Science, Maths & Technology

### Become an OU student

Learn to code for data analysis

Start this free course now. Just create an account and sign in. Enrol and complete the course for a free statement of participation or digital badge if available.

# 2 Pivot tables

One of the most useful, if poorly understood, features offered by many spreadsheet applications is the ‘pivot table’.

Pivot tables provide a way of creating summary reports over particular parts of a dataset, reshaping the data into grouped rows, itemised columns, and summary values within each group and item.

The screenshot of the interactive pivot table shown below, based on a widget originally created by Nicolas Krutchen at Datacritic, contains a small fragment of the Comtrade data describing milk imports to the UK.

The pivot table is organised as follows:

You can see how the ‘Trade Flow’ and ‘Reporter’ columns are used to group the data, with each row representing a separate group. In addition, the values in the ‘Year’ column are broken out to create separate columns (although in this example there is only data for one year, and hence one ‘Year’ column, 2014). The function that is applied to the grouped data is a sum operation, and it is applied to the selected ‘Trade Value (US$)’ column in the original dataset. A marginal total value is calculated by summing across all the columns. The ‘Commodity’ and ‘Trade Value (US$)’ columns, while part of the original dataset, are not directly used to define the pivot table’s structure; that is, they are not used to set the row or column index header labels in the displayed pivot table.

In terms of the split-apply-combine pattern, the pivot table operates as follows:

• the column names from the original dataframe that are listed in the rows panel on the left hand side of the interactive pivot table split the data into a set of groups, with each row specifying a group
• the pivot table’s columns are set according to the unique values associated with the specified columns from the orignal dataframe; these break the data down into yet smaller groups that are associated with each cell.

The selected operator is then applied to each cell level group, the results combined and an appropriately structured output table is displayed.

To create a pivot table report for a dataset, typically three actions will be needed:

• identify what elements will appear as the row index values – that is, how the rows will be grouped. Typically, groups will be created based on the unique values within a single column or a combination of values, one from each of multiple grouping columns.
• identify what elements will appear as column headings. Again, the column heading may just be the unique values of a single variable, or combined values across multiple grouping columns.
• identify what numbers will be reported on. This step may often break down into two smaller steps:
• to count the number of rows associated with a particular combination of row and column index values, select the count operation
• to perform an operation on the value of cells in another column, select that column and then identify what operation to apply to it.

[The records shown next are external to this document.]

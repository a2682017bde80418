-- purpose: add a version of the cruise speeds
-- grain:   one row per version
-- params:  $reference_id, $basis, $made_us
-- reads:   nothing; writes: reference
insert into reference (reference_id, basis, made_at)
values ($reference_id, $basis, make_timestamp($made_us))
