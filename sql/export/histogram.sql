-- purpose: histograms over all batches with edges and dimensions, of the strata handed in
-- grain:   one row per tally, stratum, bin that is not empty
-- params:  none
-- reads:   incoming (registered: tally varchar, stratum_id bigint), histogram_total, bin, stratum, tally;
--          writes: nothing
with named as (
    select
        tally, stratum_id,
        max(value) filter (where dimension = 'zone') as zone,
        max(value) filter (where dimension = 'maneuver') as maneuver,
        max(value) filter (where dimension = 'class_in') as class_in,
        max(value) filter (where dimension = 'class_out') as class_out,
        max(value) filter (where dimension = 'class') as class,
        max(value) filter (where dimension = 'control') as control,
        max(value) filter (where dimension = 'driving_side') as driving_side,
        max(value) filter (where dimension = 'day_type') as day_type,
        max(value) filter (where dimension = 'time_band') as time_band,
        max(value) filter (where dimension = 'turn_sector') as turn_sector,
        max(value) filter (where dimension = 'junction_id')::bigint as junction_id,
        max(value) filter (where dimension = 'arm_in')::integer as arm_in,
        max(value) filter (where dimension = 'arm_out')::integer as arm_out,
        max(value) filter (where dimension = 'is_banned')::boolean as is_banned,
        max(value) filter (where dimension = 'is_queued_at_gate')::boolean as is_queued_at_gate,
        max(value) filter (where dimension = 'hour')::integer as hour,
        max(value) filter (where dimension = 'weekday')::integer as weekday,
        max(value) filter (where dimension = 'month')::integer as month
    from stratum
    group by tally, stratum_id
)
select
    h.tally, h.stratum_id, t.value, h.bin_ix, b.lower_ms, b.upper_ms, h.n, n.zone, n.maneuver, n.class_in,
    n.class_out, n.class, n.control, n.driving_side, n.day_type, n.time_band, n.turn_sector, n.junction_id,
    n.arm_in, n.arm_out, n.is_banned, n.is_queued_at_gate, n.hour, n.weekday, n.month, t.reference_id
from histogram_total as h
join bin as b on b.bin_ix = h.bin_ix
semi join incoming as i on i.tally = h.tally and i.stratum_id = h.stratum_id
join named as n on n.tally = h.tally and n.stratum_id = h.stratum_id
join tally as t on t.tally = h.tally
order by h.tally, h.stratum_id, h.bin_ix
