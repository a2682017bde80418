-- purpose: movements as from-way, via, to-way, with the delays of those that hold enough passages
-- grain:   one row per movement
-- params:  $min_passages, $min_vehicles
-- reads:   movement, arm, junction, passage; writes: nothing
with passed as (
    select
        junction_id, arm_in, arm_out, count(*) as n_passages, count(distinct vehicle) as n_vehicles,
        sum(delay_ms)::bigint as total_delay_ms, (sum(delay_ms) / count(*))::double as mean_delay_ms,
        -- order statistics of rank ceil(q n)
        quantile_disc(delay_ms, 0.5) as p50_delay_ms, quantile_disc(delay_ms, 0.85) as p85_delay_ms
    from passage
    group by junction_id, arm_in, arm_out
), told as (
    select
        m.junction_id, m.arm_in, m.arm_out, i.way_id as way_in_id, j.junction_id as via_node_id,
        o.way_id as way_out_id, m.turn_deg, m.maneuver, m.inside_m, m.is_banned, m.is_timed,
        i.class as class_in, o.class as class_out, j.control, j.zone, j.driving_side,
        coalesce(p.n_passages, 0) as n_passages, coalesce(p.n_vehicles, 0) as n_vehicles, p.total_delay_ms,
        p.mean_delay_ms, p.p50_delay_ms, p.p85_delay_ms,
        coalesce(p.n_passages, 0) < $min_passages or coalesce(p.n_vehicles, 0) < $min_vehicles as is_withheld
    from movement as m
    join arm as i on i.arm_ix = m.arm_in_ix
    join arm as o on o.arm_ix = m.arm_out_ix
    join junction as j on j.junction_ix = m.junction_ix
    left join passed as p on p.junction_id = m.junction_id and p.arm_in = m.arm_in and p.arm_out = m.arm_out
)
select
    junction_id, arm_in, arm_out, way_in_id, via_node_id, way_out_id, turn_deg, maneuver, inside_m, is_banned,
    is_timed, class_in, class_out, control, zone, driving_side, is_withheld,
    case when not is_withheld then n_passages end as n_passages,
    case when not is_withheld then n_vehicles end as n_vehicles,
    case when not is_withheld then total_delay_ms end as total_delay_ms,
    case when not is_withheld then mean_delay_ms end as mean_delay_ms,
    case when not is_withheld then p50_delay_ms end as p50_delay_ms,
    case when not is_withheld then p85_delay_ms end as p85_delay_ms
from told
order by junction_id, arm_in, arm_out
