-- purpose: passages with what the network says of them, of movements that hold enough of them
-- grain:   one row per passage
-- params:  $min_passages, $min_vehicles
-- reads:   passage, passage_full; writes: nothing
with wide_enough as (
    select junction_id, arm_in, arm_out
    from passage
    group by junction_id, arm_in, arm_out
    having count(*) >= $min_passages and count(distinct vehicle) >= $min_vehicles
)
select
    p.vehicle, p.trip_id, p.junction_id, p.arm_in, p.arm_out, p.way_in_id, p.way_out_id, p.entry_at, p.exit_at,
    p.traversal_ms, p.delay_ms, p.turn_deg, p.maneuver, p.class_in, p.class_out, p.control, p.zone,
    p.driving_side, p.gate_in_m, p.gate_out_m, p.n_pings, p.max_step_ms, p.slow_ms, p.entry_speed_mps,
    p.is_queued_at_gate, p.is_banned, p.timing_error_ms, p.reference_id, p.batch_id, p.inside_m, p.day_type,
    p.time_band
from passage_full as p
semi join wide_enough as w
    on w.junction_id = p.junction_id and w.arm_in = p.arm_in and w.arm_out = p.arm_out
order by p.vehicle, p.entry_at
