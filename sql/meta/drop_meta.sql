-- purpose: forget one thing the store says of itself
-- grain:   one row
-- params:  $key
-- reads:   nothing; writes: meta
delete from meta
where key = $key
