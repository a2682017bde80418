-- purpose: read what the strata of one tally stand for
-- grain:   one row per stratum, dimension
-- params:  $tally
-- reads:   stratum; writes: nothing
select stratum_id, dimension, value
from stratum
where tally = $tally
order by stratum_id, dimension
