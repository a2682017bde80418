-- purpose: arms with their gates, and what the junction says of them
-- grain:   one row per arm
-- params:  none
-- reads:   arm, junction; writes: nothing
select
    a.junction_id, a.arm, a.way_id, a.mouth_node_id, a.bearing_deg, a.is_inbound, a.is_outbound, a.class,
    a.limit_kmh, a.link_m, a.entry_gate_m, a.exit_gate_m, a.entry_lon1, a.entry_lat1, a.entry_lon2,
    a.entry_lat2, a.exit_lon1, a.exit_lat1, a.exit_lon2, a.exit_lat2, a.limit_in_kmh, a.limit_out_kmh,
    a.has_limit, a.link_ix, j.control, j.zone, j.driving_side, j.time_zone
from arm as a
join junction as j on j.junction_ix = a.junction_ix
order by a.junction_id, a.arm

For example, find the sum or mean values of a numerical quantity associated with rows keyed by the row and column index values, or count the number of unique values of a particular variable in rows identified by those key values.

In addition, one or more ‘filters’ can be added to the selection of row and column index values, either limiting which unique values in each key column to report on, or, by default, selecting them all.

It is often easier to understand how a pivot table is organised by using it interactively. You’ll get a chance to do this in the next exercise.

## Exercise 5 Interactive pivot table

If you haven’t already, open the comtrade_pivot.html and save it into the same folder as the Exercise notebook 4. Then either re-run all the notebook cells, or just run the cell that contains the interactive pivot table.

Configuring a pivot table requires paying careful attention to the selection of row (grouping) values, columns (reported values) and summary (aggregating) function.

How easy did you find it to use the interactive pivot table? Could you work out how to select the row and column labels in order to ask particular questions of the data? What sorts of questions did you try to ask?